#ubuntu-eu 2011-05-17
<mehdi2> hey, our apps have problems connecting to DB!
<mehdi2> ubuntuusers.de seemed to have same issue, it's up now but ubuntu.ir still can't connect to DB
#ubuntu-eu 2011-05-18
<mehdi2> zed: lionel juliux_ is there any problem with the DB server? our forum and website can't connect...
<mehdi2> since yesterday!
<mehdi2> trac seems to be down! where should I open a ticket? :(
<mehdi2> maix: ^ can you help?
<mehdi2> ostcar: ^
<mehdi2> jalrnc: ping
<mehdi2> zed: juliux_ lionel maix remix_tj  ping
<mehdi2> lionel: ping
<apollo13_> Hey
<apollo13_> So tilo is ja
<apollo13_> Yikes
<apollo13_> mehdi2: hey
<apollo13_> So tilo is having a hard time
<apollo13_> And andchat ist buggy
<apollo13_> The machine got replaced
<apollo13_> We are copying data over now
<mehdi2> apollo13_: ok, so your working on it
<apollo13_> Nov, Matthias is
<mehdi2> thanks, we're prepairing for the release party. hope you can make it up soon...
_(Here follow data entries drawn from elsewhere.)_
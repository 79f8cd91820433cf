import type { ExportRequest } from "@shared/schemas/exports";
import type { RevisionContent } from "@shared/schemas/plans";
import { rotaryShapeOf } from "@shared/profile-shapes";

/** The revision's final block as POST /api/exports asks for it: its frozen model snapshot, target and method. */
export const exportRequestOf = (content: RevisionContent): ExportRequest => ({
  model: rotaryShapeOf(content.model),
  targetContext: content.targetContext,
  method: content.method,
});
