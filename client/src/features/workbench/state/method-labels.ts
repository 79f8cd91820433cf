import type { MethodParams } from "@shared/schemas/analysis";
import { AS_SHIPPED_LABEL, shippedText } from "@shared/lineage";
import { METHOD_LABELS } from "./method-fields";

/** Key order differs between a typed row and the profile's block; compare the values, not the spelling. */
const canonical = (m: MethodParams) =>
  JSON.stringify(
    Object.entries(m)
      .filter(([, v]) => v !== undefined)
      .sort(([a], [b]) => a.localeCompare(b)),
  );

/**
 * The name each analysed method goes by in the legends and pickers: the model's own scaling is "As shipped (yarn ×4)",
 * as its row in the inputs says, so the charts name it the same way; every other row by its method.
 * Read from the analysed request (never the current rows), so stale figures keep their own names.
 */
export function methodLabels(methods: MethodParams[], shipped: MethodParams | null): string[] {
  const own = shipped ? canonical(shipped) : null;
  return methods.map((m) =>
    own !== null && canonical(m) === own ? `${AS_SHIPPED_LABEL} (${shippedText(shipped!)})` : METHOD_LABELS[m.method],
  );
}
<apollo13_> No* i hate autocomplete
<apollo13_>   Which release party
<mehdi2> 11.04 release party in Tehran
<apollo13_> It's already released for a while
<mehdi2> Yep, but we'll have the release party here tomorrow
<mehdi2> apollo13: www.ubuntu.ir is up now, but http://forum.ubuntu.ir still has connection problem with db! weird...
<apollo13> mehdi2: if you tell me which problems I might be able to help
<mehdi2> apollo13: it can't connect to DB
<apollo13> well I need more than that
<mehdi2> should be ubuntu_ir DB
<apollo13> tell me the connection settings in a query
<mehdi2> it's connecting to sql.ubuntu-eu.org
<apollo13> which user
<mehdi2> ubuntu_ir
<mehdi2> with prefix smf_
<apollo13> and what's the actual mysql error code?
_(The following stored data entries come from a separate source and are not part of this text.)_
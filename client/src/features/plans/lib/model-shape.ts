import type { AnalysisRequest, ModelShape } from "../../../../../shared/schemas/analysis";
import type { ModelSnapshot, RevisionContent } from "../../../../../shared/schemas/plan-responses";

/** The engine's model shape from a revision's frozen profile (the analysis schema is strict: only these keys). */
export const shapeOf = (m: ModelSnapshot): ModelShape => ({
  headDim: m.headDim, ropeTheta: m.ropeTheta, trainedContext: m.trainedContext, partialRotaryFactor: m.partialRotaryFactor,
  layers: m.layers, attentionHeads: m.attentionHeads, kvHeads: m.kvHeads, hiddenSize: m.hiddenSize,
});

/** The engine run on a revision's frozen model, target and method: the same request the workbench makes. */
export const analysisRequestOf = (content: RevisionContent): AnalysisRequest => ({
  model: shapeOf(content.model),
  targetContext: content.targetContext,
  methods: [content.method],
  ...(content.bands ? { bands: content.bands } : {}),
});
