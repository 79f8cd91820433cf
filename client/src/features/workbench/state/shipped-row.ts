import type { MethodParams } from "@shared/schemas/analysis";
import type { MethodRow } from "./inputs";

/**
 * The profile's shipped scaling as a workbench row: its parameters as the boxes show them, factor included, so the
 * engine runs it over the trained (pre-trained) length exactly as the config's loader does.
 */
export function shippedRow(shipped: MethodParams): MethodRow {
  const params: Record<string, string> = {};
  for (const [k, v] of Object.entries(shipped)) {
    if (k === "method" || v === undefined) continue;
    params[k] = Array.isArray(v) ? v.join(", ") : String(v);
  }
  return { method: shipped.method, params, shipped: true };
}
<mehdi2> let me see if I can find smf logs... but as I know there is now log
<apollo13> then tell those idiots to write proer software
<apollo13> mehdi2: paste me the password in  aquery please
<mehdi2> you can see it in /nfs/www/ir/forum.ubuntu-ir.org/htdocs/Settings.php
<apollo13> works for me (tm)
<mehdi2> apollo13: the Database Info section
<apollo13> yeah I am able to connect from dongo
<mehdi2> pffff
<mehdi2> so why smf can't connect!
<mehdi2> is it still sql.ubuntu-eu.org or the name is changed?
<apollo13> still the same
<apollo13> check your noreply@ubuntu-ir.org address
<apollo13> smf sends errors there
<apollo13> mehdi2: oh see what we got now
<apollo13> settings.php doesn't like changes apperently
<apollo13> oh smf is self destroying that's nice
<mehdi2> nothing usefull in the email... it's just same as what you can see on the web page
<mehdi2> maybe we have to use this script instead http://docs.simplemachines.org/index.php?topic=663
 * apollo13 doesn't have any pho knowledge
<apollo13> if you enable debug I can't debug the error…
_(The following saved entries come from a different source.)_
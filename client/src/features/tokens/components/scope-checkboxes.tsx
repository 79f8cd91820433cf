import { TOKEN_SCOPES, TOKEN_SCOPE_LABELS, type TokenScope } from "@shared/schemas/tokens";
import { CheckboxGroup } from "@/components/checkbox-group";

/** One checkbox per token scope, with the scope's plain-language line. */
export function ScopeCheckboxes({
  value,
  onChange,
  error,
}: {
  value: TokenScope[];
  onChange: (v: TokenScope[]) => void;
  error?: string;
}) {
  return (
    <CheckboxGroup
      legend="Scopes"
      name="scopes"
      options={TOKEN_SCOPES}
      value={value}
      onChange={onChange}
      error={error}
      label={(scope) => (
        <span>
          <code>{scope}</code> <span className="text-note text-ink-soft">— {TOKEN_SCOPE_LABELS[scope]}</span>
        </span>
      )}
    />
  );
}
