import type { AnalysisResponse, MethodParams } from "@shared/schemas/analysis";
import { METHOD_LABELS } from "./method-fields";

/**
 * The commented header of the workbench's pair CSV: which model, method, parameters and engine produced the rows,
 * so a file read months later (or by someone else) still says what it is. One `# key: value` line each, before the
 * column names; CSV readers skip them with a comment setting (pandas `comment="#"`, Papa Parse `comments: "#"`).
 * Structured values are JSON on one line, so the header parses back exactly (`readPairCsvHeader`).
 */
export type PairCsvHeader = {
  /** The rotary shape analysed: d, b, L, partial rotary factor. */
  model: { rotaryDim: number; headDim: number; ropeTheta: number; trainedContext: number; partialRotaryFactor: number };
  /** The saved profile the shape came from, when the analysis named one; null for a typed-in shape or a layer group. */
  profile: string | null;
  /** Our method id, then its name as the catalog gives it. */
  method: string;
  "method name": string;
  /** The parameters the engine used, defaults filled in (the request member echoed by the analysis). */
  parameters: MethodParams;
  "target length": number;
  bands: { alpha: number; beta: number };
  "engine version": string;
  /** "all pairs" or "flagged pairs only", and the column order as shown. */
  rows: string;
};

const JSON_KEYS = new Set(["model", "parameters", "target length", "bands"]);
const KEYS: (keyof PairCsvHeader)[] = [
  "model",
  "profile",
  "method",
  "method name",
  "parameters",
  "target length",
  "bands",
  "engine version",
  "rows",
];

/** The header for one method of an analysis. */
export function pairCsvHeader(
  analysis: AnalysisResponse,
  methodIndex: number,
  profile: string | null,
  flaggedOnly: boolean,
): PairCsvHeader {
  const m = analysis.methods[methodIndex];
  const { rotaryDim, headDim, ropeTheta, trainedContext, partialRotaryFactor } = analysis.model;
  return {
    model: { rotaryDim, headDim, ropeTheta, trainedContext, partialRotaryFactor },
    profile,
    method: m.method,
    "method name": METHOD_LABELS[m.method],
    parameters: m.params,
    "target length": analysis.targetContext,
    bands: analysis.bands,
    "engine version": analysis.engineVersion,
    rows: flaggedOnly ? "flagged pairs only" : "all pairs",
  };
}

/**
 * `# key: value` lines ending in CRLF, the line ending of the table under them (RFC 4180; Papa Parse's unparse):
 * a reader that guesses the line ending from the first lines then splits the table right. Line breaks inside a
 * text value are flattened so each key stays one line.
 */
export function formatPairCsvHeader(header: PairCsvHeader): string {
  return KEYS.map((k) => {
    const v = header[k];
    const text = JSON_KEYS.has(k) ? JSON.stringify(v) : v === null ? "none" : String(v).replace(/[\r\n]+/g, " ");
    return `# ${k}: ${text}\r\n`;
  }).join("");
}

/** Reads the header back from a downloaded file: the leading `# key: value` lines, JSON values decoded. */
export function readPairCsvHeader(csv: string): Partial<PairCsvHeader> {
  const out: Record<string, unknown> = {};
  for (const line of csv.split(/\r?\n/)) {
    const match = /^# ([^:]+): (.*)$/.exec(line);
    if (!match) break;
    const [, key, value] = match;
    out[key] = JSON_KEYS.has(key) ? JSON.parse(value) : key === "profile" && value === "none" ? null : value;
  }
  return out as Partial<PairCsvHeader>;
}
<apollo13> btw it does send an email with the error code
<apollo13>                         @mail($webmaster_email, $mbname . ': SMF Database Error!', 'There has been a problem with the database!' . ($mysql_error == '' ? '' : "\nMySQL reported:\n" . $mysql_error) . "\n\nThis is a notice email to let you know that SMF could not connect to the database, contact your host if this continues.");
<apollo13> "MySQL reported: …"
<apollo13> that's what I want…
<mehdi2> It has not emailed anything...
<mehdi2> it just says connection error
<apollo13> well then disable maintainance for a minute
<mehdi2> it's not in maintanance mode now
<apollo13> Table 'ubuntu_ir.smf_settings' doesn't exist
<apollo13> that's your error
<mehdi2> I just re-enabled
<mehdi2> oh, wow... why?
<apollo13> noreply:        h.mehdi@gmail.com
<apollo13> smf definetly sends error mails there
<mehdi2> oops! it was all in my spam...
<mehdi2> F gmail
<apollo13> you gotta be kiddinbg me
<mehdi2> I'm so sorry! I didn't check the spam box
<mehdi2> it's like this
<mehdi2> There has been a problem with the database! MySQL reported: Table 'ubuntu_ir.smf_settings' doesn't exist
<apollo13> I know that already
<apollo13> I gotta run, but I'll tell matthias, maybe he knows why that happened
<mehdi2> ok, thanks for help
#ubuntu-eu 2012-05-16
<ButterflyOfFire> Bonjour, Is it normal that some ubuntu-CC.org (non approuved teams) are redirected to a "Nina Ulritch ?!" Website. Such as http://www.ubuntu-dz.org (Algerian LoCo) for example. Or is it something normal ?
#ubuntu-eu 2012-05-17
<encbladexp> ButterflyOfFire, our domains should not point to other sites ;-)
<ButterflyOfFire> yep encbladexp
<ButterflyOfFire> dig ubuntu-dz.org points to 213.95.21.43
<ButterflyOfFire> ubuntu-dz.org.		64760	IN	A	213.95.21.43
<ButterflyOfFire> Asking Google public DNS gives the same : dig @8.8.8.8 ubuntu-dz.org
<encbladexp> just write rt@ubuntu.com to change this, ubuntu-eu can't do this :-/
<ButterflyOfFire> That's what I'm doing encbladexp ;) : sending a ticket to "rt" ;)
<ButterflyOfFire> thanks :)
<encbladexp> np